The case for cellular immunity is more guarded. Vaccination of BMT donors against pertussis, measles, and mumps showed almost no transfer to the recipient,103 and donor reactivity to varicella zoster was rarely transmitted to recipients.104 Yet it has been shown for HCMV, EBV, hepatitis B, and in one case of myeloma, that it is possible to transfer donor cellular immune responses to recipients of BMT.105-108 More predictably, expansion of donor-derived antigen-specific HCMV or EBV T-cell clones in vitro, and their subsequent adoptive transfer to BMT recipients is an effective means of limiting disease.15,106,109 These studies are suggestive of a CD8⁺ CTL-dependent means of controlling infection, which agrees with studies showing the absolute dependence of protection from IP on the establishment of a CTL response.88,89,92 110 Therefore, it is plausible that vaccinating a BMT donor with a CTL epitope which induces the proliferation of CTL which lyse HCMV-infected cells might be sufficient in imparting immunity to the BMT recipient during the critical period after transplant. This is a candidate strategy to immunize individuals at risk for reactivation of HCMV in the transplant setting or establishing primary immunity in immunocompetent individuals.

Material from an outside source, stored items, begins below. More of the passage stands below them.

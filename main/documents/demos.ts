/** A worked plan that comes with the program. */
export interface Demo {
  readonly id: string
  readonly title: string
  readonly document: unknown
}

const files = import.meta.glob<{ title?: string }>('../../assets/demo/*.json', { eager: true, import: 'default' })

function demo([path, document]: [string, { title?: string }]): Demo {
  const name = path.split('/').at(-1) ?? path
  const id = name.replace(/\.bank\.json$|\.json$/, '')
  return { id, title: document.title ?? id, document }
}

/** The demo plans in the order of their file names, taken in at build time. */
export const demos: readonly Demo[] = Object.entries(files).sort(([a], [b]) => (a < b ? -1 : 1)).map(demo)
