import { planJsonSchema, variants, type SchemaNode } from './plan-schema'

function childNode(node: SchemaNode | null, key: string): SchemaNode | null {
  if (!node) return null
  const owner = variants(node).find((variant) => variant.properties && Object.hasOwn(variant.properties, key))
  return owner?.properties?.[key] ?? null
}

function itemNode(node: SchemaNode | null): SchemaNode | null {
  return node ? variants(node).find((variant) => variant.items)?.items ?? null : null
}

function inOrder(value: unknown, node: SchemaNode | null): unknown {
  if (Array.isArray(value)) return value.map((item) => inOrder(item, itemNode(node)))
  if (typeof value !== 'object' || value === null) return value
  const known = node ? variants(node).flatMap((variant) => Object.keys(variant.properties ?? {})) : []
  const keys = Object.keys(value)
  const sorted = [...known.filter((key) => Object.hasOwn(value, key)), ...keys.filter((key) => !known.includes(key))]
  return Object.fromEntries(sorted.map((key) => [key, inOrder((value as Record<string, unknown>)[key], childNode(node, key))]))
}

/** The document with its keys in the order in which a plan is written; unknown keys follow in their own order. */
export function canonicalPlan(document: unknown): unknown {
  return inOrder(document, planJsonSchema)
}

/** The text of a plan file: two spaces, stable key order, a line break at the end. What is written is what was given. */
export function writePlan(document: unknown): string {
  return `${JSON.stringify(canonicalPlan(document), null, 2)}\n`
}
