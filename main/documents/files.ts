import { createReadStream } from 'node:fs'
import { stat, writeFile } from 'node:fs/promises'
import writeFileAtomic from 'write-file-atomic'
import { fail, succeed, type Failure, type Reply } from '../contract/errors'
import { largestDocument } from './decode'

const reasons: Readonly<Record<string, string>> = {
  ENOENT: 'there is no such file or folder', EACCES: 'access is not allowed', EPERM: 'access is not allowed', EISDIR: 'it is a folder',
  ENOTDIR: 'a part of the path is not a folder', ENOSPC: 'the disk is full', EROFS: 'the disk is read-only', ENAMETOOLONG: 'the name is too long',
  EMFILE: 'too many files are open', ELOOP: 'the links go in a circle',
}

function failure(action: 'read' | 'write', path: string, error: unknown): Failure {
  const code = error instanceof Error && 'code' in error ? String(error.code) : ''
  const reason = reasons[code] ?? (code === '' ? String(error) : code)
  const missing = action === 'read' && code === 'ENOENT'
  return fail(missing ? 'not_found' : `${action}_failed`, `Cannot ${action} ${path}: ${reason}.`)
}

/** The bytes of a stream, up to one more than a document may have; what is larger is refused when it is decoded. */
export async function readDocumentStream(stream: AsyncIterable<Uint8Array>): Promise<Uint8Array> {
  const chunks: Uint8Array[] = []
  let size = 0
  for await (const chunk of stream) {
    chunks.push(chunk)
    size += chunk.length
    if (size > largestDocument) break
  }
  return new Uint8Array(Buffer.concat(chunks))
}

/** The bytes of a document's file; pipes and devices may be named too. */
export async function readDocumentFile(path: string): Promise<Reply<Uint8Array>> {
  try {
    return succeed(await readDocumentStream(createReadStream(path)))
  } catch (error) {
    return failure('read', path, error)
  }
}

/** Pipes and devices are written to; renaming a file over them would replace them. */
async function isSpecial(path: string): Promise<boolean> {
  const found = await stat(path).catch(() => null)
  return found !== null && !found.isFile() && !found.isDirectory()
}

/** Writes a file whole or not at all: beside it first, then renamed over it. */
export async function saveFile(path: string, content: string | Uint8Array): Promise<Reply<{ path: string }>> {
  try {
    if (await isSpecial(path)) await writeFile(path, content)
    else await writeFileAtomic(path, typeof content === 'string' ? content : Buffer.from(content))
    return succeed({ path })
  } catch (error) {
    return failure('write', path, error)
  }
}
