import { migrations } from './list'

/** One step from a document version to the next; `change` may count on the form of `from`. */
export interface Migration {
  readonly from: string
  readonly to: string
  /** The new document, and what a person should know was changed or dropped. */
  readonly change: (document: Readonly<Record<string, unknown>>) => { document: Record<string, unknown>; changes: string[] }
}

export interface Migrated {
  readonly document: Readonly<Record<string, unknown>>
  readonly changes: readonly string[]
}

/**
 * Brings a document to the newest version, step by step. Nothing happens in silence: every step says what it did.
 *
 * @param document  a plan of any version the program knows; others are left as they are
 * @param steps     the migrations, oldest first
 */
export function migrate(document: Readonly<Record<string, unknown>>, steps: readonly Migration[] = migrations): Migrated {
  return steps.reduce<Migrated>((done, step) => {
    if (done.document['schema'] !== step.from) return done
    const { document: next, changes } = step.change(done.document)
    return {
      document: { ...next, schema: step.to },
      changes: [...done.changes, `The document was brought from ${step.from} to ${step.to}.`, ...changes],
    }
  }, { document, changes: [] })
}
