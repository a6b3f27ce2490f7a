import type { Migration } from './migrate'

/** Oldest first, one file each (0002-….ts). Version 1 is the first, so there is none yet. */
export const migrations: readonly Migration[] = []
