const longestStep = 60

/** A key as it is quoted in a message: cut short, however long it is in the document. */
export const shortKey = (key: string | number): string => {
  const text = String(key)
  return text.length > longestStep ? `${text.slice(0, longestStep - 1)}…` : text
}

/** A place in a document as keys and positions with dots between them. */
export const dotted = (path: readonly (string | number)[]): string => path.map(shortKey).join('.')

/** As many problems of one document are told; whoever collects them stops at one more. */
export const mostProblems = 100
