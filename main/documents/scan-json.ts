import { mostProblems, shortKey } from './path-text'

/** Where a JSON text stops being JSON, and what may stand there. */
export interface Broken { readonly at: number; readonly allowed: string; readonly hint: string }

export interface Scan {
  readonly broken: Broken | null
  readonly tooDeep: boolean
  /** Dotted paths of keys that stand twice in one object, the first few; JSON.parse would hide all but the last. */
  readonly repeated: readonly string[]
}

type Wanted = 'value' | 'value_or_end' | 'key' | 'key_or_end' | 'colon' | 'comma_or_end' | 'nothing'
interface Frame { readonly path: string; readonly keys: Set<string> | null; key: string; index: number }
interface Scanner {
  readonly text: string
  readonly stack: Frame[]
  readonly repeated: Set<string>
  at: number
  wanted: Wanted
}

const wantedText: Readonly<Record<Wanted, string>> = {
  value: 'a value', value_or_end: 'a value or “]”', key: 'a key in double quotes', key_or_end: 'a key in double quotes or “}”',
  colon: '“:” after the key', comma_or_end: '“,” or a closing bracket', nothing: 'nothing more after the document',
}
const literalPattern = /-?(?:0|[1-9]\d*)(?:\.\d+)?(?:[eE][+-]?\d+)?(?![\w.+-])|(?:true|false|null)(?!\w)/y
const escapePattern = /\\(?:["\\/bfnrt]|u[0-9a-fA-F]{4})/y
const blankPattern = /[ \t\n\r]*/y

function hintFor(scanner: Scanner): string {
  const rest = scanner.text.slice(scanner.at, scanner.at + 12)
  if (rest === '') return 'The text ends too early; is the file complete?'
  if (rest.startsWith('//') || rest.startsWith('/*') || rest.startsWith('#')) return 'JSON has no comments; use the “notes” field.'
  if (/^[}\]]/.test(rest) && (scanner.wanted === 'key' || scanner.wanted === 'value')) return 'Take out the comma before it.'
  if (/^['“”‘’]/.test(rest)) return 'Text stands in plain double quotes.'
  if (/^-?(NaN|Infinity|nan|inf)/.test(rest)) return 'Only finite numbers can be written.'
  if (/^[-+.\d]/.test(rest)) return 'Write numbers like 2e9, 0.5 or -3, without prefix or unit.'
  if (scanner.wanted === 'comma_or_end') return 'Is a comma missing?'
  return 'Mend the text there.'
}

const broken = (scanner: Scanner, hint = hintFor(scanner)): Broken => ({ at: scanner.at, allowed: wantedText[scanner.wanted], hint })

function pattern(scanner: Scanner, regex: RegExp): string | null {
  regex.lastIndex = scanner.at
  const match = regex.exec(scanner.text)
  if (!match) return null
  scanner.at += match[0].length
  return match[0]
}

/** Past a string whose opening quote comes next; null and the place of the fault when it is not one. */
function string(scanner: Scanner): string | null {
  const start = scanner.at
  scanner.at += 1
  while (scanner.at < scanner.text.length) {
    const code = scanner.text.charCodeAt(scanner.at)
    if (code === 0x22) {
      scanner.at += 1
      return JSON.parse(scanner.text.slice(start, scanner.at)) as string
    }
    if (code < 0x20) return null
    if (code !== 0x5c) scanner.at += 1
    else if (pattern(scanner, escapePattern) === null) return null
  }
  return null
}

const pathOf = (frame: Frame, step: string | number): string => (frame.path === '' ? shortKey(step) : `${frame.path}.${shortKey(step)}`)

function open(scanner: Scanner, object: boolean): void {
  const parent = scanner.stack.at(-1)
  const path = parent ? pathOf(parent, parent.keys ? parent.key : parent.index) : ''
  scanner.stack.push({ path, keys: object ? new Set() : null, key: '', index: 0 })
  scanner.wanted = object ? 'key_or_end' : 'value_or_end'
  scanner.at += 1
}

function afterValue(scanner: Scanner): void {
  scanner.wanted = scanner.stack.length === 0 ? 'nothing' : 'comma_or_end'
}

function value(scanner: Scanner, sign: string): Broken | null {
  if (sign === '{' || sign === '[') {
    open(scanner, sign === '{')
    return null
  }
  if (sign === '"') {
    if (string(scanner) === null) return broken(scanner, 'Text has no line breaks or tabs in it and ends with a double quote; a backslash starts an escape.')
  } else if (pattern(scanner, literalPattern) === null) return broken(scanner)
  afterValue(scanner)
  return null
}

function key(scanner: Scanner, frame: Frame, sign: string): Broken | null {
  const name = sign === '"' ? string(scanner) : null
  if (name === null) return broken(scanner)
  if (frame.keys?.has(name) && scanner.repeated.size <= mostProblems) scanner.repeated.add(pathOf(frame, name))
  frame.keys?.add(name)
  frame.key = name
  scanner.wanted = 'colon'
  return null
}

function close(scanner: Scanner): void {
  scanner.stack.pop()
  scanner.at += 1
  afterValue(scanner)
}

function punctuation(scanner: Scanner, frame: Frame, sign: string): Broken | null {
  if (scanner.wanted === 'colon' ? sign !== ':' : sign !== ',') return broken(scanner)
  if (sign === ',') frame.index += 1
  scanner.wanted = sign === ',' && frame.keys ? 'key' : 'value'
  scanner.at += 1
  return null
}

function step(scanner: Scanner, sign: string): Broken | null {
  const { wanted } = scanner
  const frame = scanner.stack.at(-1)
  const mayEnd = wanted === 'key_or_end' || wanted === 'value_or_end' || wanted === 'comma_or_end'
  if (frame && mayEnd && sign === (frame.keys ? '}' : ']')) {
    close(scanner)
    return null
  }
  if (wanted === 'value' || wanted === 'value_or_end') return value(scanner, sign)
  if (!frame || wanted === 'nothing') return broken(scanner)
  return wanted === 'key' || wanted === 'key_or_end' ? key(scanner, frame, sign) : punctuation(scanner, frame, sign)
}

/**
 * Goes through a JSON text once, without recursion, before it is parsed.
 *
 * @param text     the document
 * @param deepest  how many brackets may be open at once
 */
export function scanJson(text: string, deepest: number): Scan {
  const scanner: Scanner = { text, stack: [], repeated: new Set(), at: 0, wanted: 'value' }
  for (;;) {
    pattern(scanner, blankPattern)
    const sign = text.charAt(scanner.at)
    if (sign === '' && scanner.wanted === 'nothing') return { broken: null, tooDeep: false, repeated: [...scanner.repeated] }
    const fault = sign === '' ? broken(scanner) : step(scanner, sign)
    if (fault) return { broken: fault, tooDeep: false, repeated: [...scanner.repeated] }
    if (scanner.stack.length > deepest) return { broken: null, tooDeep: true, repeated: [...scanner.repeated] }
  }
}

/** Line and column, both from 1, of a place in a text. */
export function lineAndColumn(text: string, at: number): { line: number; column: number } {
  const before = text.slice(0, at).split('\n')
  return { line: before.length, column: (before.at(-1)?.length ?? 0) + 1 }
}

The authors thank the members of the COH Blood Bank and its director Dr I. Sniecinski and supervisor, Linda Aldridge, for providing quality blood products. Construction of vaccinia viruses and expression plasmids was accomplished by Drs Takuya Tsunoda and Xiping Liu with the aid of Hsinyi Chang. The WEHI-164 cell line was gratefully donated by Dr N. Ruddle. Drs V. Engelhard and W. Britt are gratefully acknowledged for providing us with HLA A2.1 transgenic mice, and recombinant vaccinia viruses for several HCMV proteins, respectively. We appreciate the time and effort devoted by Dr Z.W. Yu in teaching us how to raise murine CTL. Dr J.D.I. Ellenhorn is thanked for procuring skin biopsy specimens and for his acumen as an immunologist in critically reviewing the manuscript. Drs Stan Riddell and Phillip Greenberg are thanked for their advice, including the suggestion of the use of HAB for CTL generation. Drs R.F. Siliciano and J.A. Zaia are gratefully acknowledged for providing continuous and professional expertise in reviewing the manuscript and making suggestions for its improvement.